• TO DO: As the answer, set down the lines below from the one containing "colorScheme: 'light' |" through the one containing "if (db[i] > db[hi]) hi = i;", exactly and inclusively, and no others.

• EXERCISE DATA:
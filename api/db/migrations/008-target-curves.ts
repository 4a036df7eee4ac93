import { DataTypes, type QueryInterface } from 'sequelize';

/**
 * Stored target curves: a named list of points (frequency, level) a user reuses in EQ fits and plans.
 * Names are unique per owner, so a request can name one.
 */
export async function up({ context: qi }: { context: QueryInterface }): Promise<void> {
  await qi.createTable('target_curves', {
    id: { type: DataTypes.STRING(40), primaryKey: true },
    ownerId: { type: DataTypes.STRING(40), allowNull: false, references: { model: 'users', key: 'id' } },
    name: { type: DataTypes.STRING(120), allowNull: false },
    notes: { type: DataTypes.TEXT, allowNull: true },
    points: { type: DataTypes.JSON, allowNull: false },
    createdAt: { type: DataTypes.DATE, allowNull: false },
    updatedAt: { type: DataTypes.DATE, allowNull: false },
  });
  await qi.addIndex('target_curves', ['ownerId', 'name'], { unique: true });
}

export async function down({ context: qi }: { context: QueryInterface }): Promise<void> {
  await qi.dropTable('target_curves');
}
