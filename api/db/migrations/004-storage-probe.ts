import { DataTypes, type QueryInterface } from 'sequelize';

/**
 * A scratch table that readiness writes a page-sized row into and removes again in one transaction, so
 * `/readyz` proves that the database file can really be written (a full disk or a read-only file shows).
 */
export async function up({ context: qi }: { context: QueryInterface }): Promise<void> {
  await qi.createTable('storage_probe', {
    id: { type: DataTypes.INTEGER, primaryKey: true, autoIncrement: true },
    pad: { type: DataTypes.BLOB, allowNull: true },
  });
}

export async function down({ context: qi }: { context: QueryInterface }): Promise<void> {
  await qi.dropTable('storage_probe');
}
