import type { Page } from 'playwright-core';
import { type ConsoleBrowser, launchBrowser } from './browser';

export const DEMO_PASSWORD = 'kestrel-demo';

/** Signs in through the console's own form and waits for the overview. */
export async function signIn(
  page: Page,
  origin: string,
  email: string,
  password = DEMO_PASSWORD,
): Promise<void> {
  await page.goto(`${origin}/sign-in`);
  await page.getByLabel('E-mail').fill(email);
  await page.getByLabel('Password', { exact: true }).fill(password);
  await page.getByRole('button', { name: 'Sign in' }).click();
  await page.waitForURL(`${origin}/`);
  await page.getByRole('heading', { name: 'Overview' }).waitFor();
}

/** Opens a console page and waits until its heading and any loading bar are done. */
export async function openPage(
  page: Page,
  origin: string,
  path: string,
  heading: string | RegExp,
): Promise<void> {
  await page.goto(`${origin}${path}`);
  await page.getByRole('heading', { level: 1, name: heading }).waitFor();
  await page
    .locator('mat-progress-bar')
    .first()
    .waitFor({ state: 'detached', timeout: 15_000 })
    .catch(() => undefined);
  // Charts draw on the next frame after their data arrives.
  await page.waitForTimeout(300);
}

export const ADMIN_PAGES: Array<{ path: string; heading: string; name: string }> = [
  { path: '/', heading: 'Overview', name: 'overview' },
  { path: '/keys', heading: 'API keys', name: 'keys' },
  { path: '/usage', heading: 'Usage', name: 'usage' },
  { path: '/playground', heading: 'Playground', name: 'playground' },
  { path: '/rooms', heading: 'Rooms', name: 'rooms' },
  { path: '/users', heading: 'Users', name: 'users' },
  { path: '/reference', heading: 'API documentation', name: 'reference' },
];

/** A browser signed in as `email`; the test fails if the page logged a fault the test did not allow. */
export async function withSignedInBrowser(
  origin: string,
  colorScheme: 'light' | 'dark',
  email: string,
  run: (page: Page, browser: ConsoleBrowser) => Promise<void>,
): Promise<void> {
  const browser = await launchBrowser(origin, colorScheme);
  browser.allowFailure('/auth/session', 401);
  try {
    const page = await browser.newPage();
    await signIn(page, origin, email);
    await run(page, browser);
    expect(browser.faults()).toEqual([]);
  } finally {
    await browser.close();
  }
}
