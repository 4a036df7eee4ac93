import { logFrequencyGrid } from '../dsp/grid';
import { sosMagnitudeDb, unitCircle } from '../dsp/response';
import { designBiquads, type FilterSpec } from './biquad-design';

/** Grid density for finding the largest boost and cut: 1/48 octave, plus every filter's own frequency. */
const POINTS_PER_OCTAVE = 48;
const LOWEST_HZ = 10;

export interface EqExtremes {
  /** Largest gain of the summed response, dB (0 when it never rises above 0 dB), and where. */
  maxBoostDb: number;
  maxBoostHz: number | null;
  /** Largest attenuation of the summed response as a positive number, dB, and where. */
  maxCutDb: number;
  maxCutHz: number | null;
}

/**
 * The largest boost and the largest cut of an EQ as designed: the magnitude of the cascade of all its
 * filters (a resonant high-pass boosts too; a notch next to a peak lowers it), evaluated on a 1/48-octave grid from 10 Hz to Nyquist and at each filter's own frequency. Bands
 * that overlap add up: a +9 dB low shelf and a +12 dB peak together boost more than either.
 * Accuracy: the grid can miss the top of a peak that is narrower than 1/48 octave between two points
 * only when it is not at a filter's frequency; the summed maximum of overlapping bands lies between them.
 */
export function eqExtremes(filters: readonly FilterSpec[], sampleRateHz: number): EqExtremes {
  if (filters.length === 0) return { maxBoostDb: 0, maxBoostHz: null, maxCutDb: 0, maxCutHz: null };
  const nyquist = sampleRateHz / 2;
  const grid = [
    ...logFrequencyGrid(LOWEST_HZ, nyquist * 0.999, POINTS_PER_OCTAVE),
    ...filters.map((f) => f.frequencyHz).filter((f) => f < nyquist),
  ].sort((a, b) => a - b);
  const sections = designBiquads([...filters], sampleRateHz);
  const db = sosMagnitudeDb(sections, unitCircle(grid, sampleRateHz));
  let hi = 0;
  let lo = 0;
  for (let i = 1; i < db.length; i++) {
    if (db[i] > db[hi]) hi = i;
    if (db[i] < db[lo]) lo = i;
  }
  return {
    maxBoostDb: Math.max(0, db[hi]),
    maxBoostHz: db[hi] > 0 ? grid[hi] : null,
    maxCutDb: Math.max(0, -db[lo]),
    maxCutHz: db[lo] < 0 ? grid[lo] : null,
  };
}

const round2 = (value: number): number => Math.round(value * 100) / 100;

/**
 * The boost caution of an EQ, or null when its designed response never rises above 0 dB: the largest
 * boost of the bands together (eqExtremes) and where, not the gain of the largest single band (a +9 dB
 * shelf under a +12 dB peak boosts more than 12 dB). `subject` names what boosts ("This EQ",
 * "M+030's EQ").
 */
export function eqBoostCaution(
  filters: readonly FilterSpec[],
  sampleRateHz: number,
  subject = 'This EQ',
): { code: 'eqBoost'; message: string } | null {
  const { maxBoostDb, maxBoostHz } = eqExtremes(filters, sampleRateHz);
  if (maxBoostDb <= 0 || maxBoostHz === null) return null;
  return {
    code: 'eqBoost',
    message:
      `${subject} boosts by up to ${round2(maxBoostDb)} dB at ${round2(maxBoostHz)} Hz (its bands together, as designed). ` +
      'Boosts, especially at low frequencies, can overdrive amplifiers and drivers; prefer cuts and check headroom.',
  };
}
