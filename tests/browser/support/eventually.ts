/**
 * Reads until the check passes or 15 s have gone: a click returns once its event is dispatched, and
 * what it changes is drawn at a later render or after an answer from the service.
 */
export async function eventually<T>(read: () => Promise<T>, check: (value: T) => void): Promise<void> {
  const deadline = Date.now() + 15_000;
  for (;;) {
    const value = await read();
    try {
      check(value);
      return;
    } catch (error) {
      if (Date.now() > deadline) throw error;
    }
    await new Promise((resolve) => setTimeout(resolve, 100));
  }
}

• EXERCISE ANSWER:
  colorScheme: 'light' | 'dark',
  email: string,
  run: (page: Page, browser: ConsoleBrowser) => Promise<void>,
): Promise<void> {
  const browser = await launchBrowser(origin, colorScheme);
  browser.allowFailure('/auth/session', 401);
  try {
    const page = await browser.newPage();
    await signIn(page, origin, email);
    await run(page, browser);
    expect(browser.faults()).toEqual([]);
  } finally {
    await browser.close();
  }
}
repository 4a036df7eee4ac93
import { logFrequencyGrid } from '../dsp/grid';
import { sosMagnitudeDb, unitCircle } from '../dsp/response';
import { designBiquads, type FilterSpec } from './biquad-design';

/** Grid density for finding the largest boost and cut: 1/48 octave, plus every filter's own frequency. */
const POINTS_PER_OCTAVE = 48;
const LOWEST_HZ = 10;

export interface EqExtremes {
  /** Largest gain of the summed response, dB (0 when it never rises above 0 dB), and where. */
  maxBoostDb: number;
  maxBoostHz: number | null;
  /** Largest attenuation of the summed response as a positive number, dB, and where. */
  maxCutDb: number;
  maxCutHz: number | null;
}

/**
 * The largest boost and the largest cut of an EQ as designed: the magnitude of the cascade of all its
 * filters (a resonant high-pass boosts too; a notch next to a peak lowers it), evaluated on a 1/48-octave grid from 10 Hz to Nyquist and at each filter's own frequency. Bands
 * that overlap add up: a +9 dB low shelf and a +12 dB peak together boost more than either.
 * Accuracy: the grid can miss the top of a peak that is narrower than 1/48 octave between two points
 * only when it is not at a filter's frequency; the summed maximum of overlapping bands lies between them.
 */
export function eqExtremes(filters: readonly FilterSpec[], sampleRateHz: number): EqExtremes {
  if (filters.length === 0) return { maxBoostDb: 0, maxBoostHz: null, maxCutDb: 0, maxCutHz: null };
  const nyquist = sampleRateHz / 2;
  const grid = [
    ...logFrequencyGrid(LOWEST_HZ, nyquist * 0.999, POINTS_PER_OCTAVE),
    ...filters.map((f) => f.frequencyHz).filter((f) => f < nyquist),
  ].sort((a, b) => a - b);
  const sections = designBiquads([...filters], sampleRateHz);
  const db = sosMagnitudeDb(sections, unitCircle(grid, sampleRateHz));
  let hi = 0;
  let lo = 0;
  for (let i = 1; i < db.length; i++) {
    if (db[i] > db[hi]) hi = i;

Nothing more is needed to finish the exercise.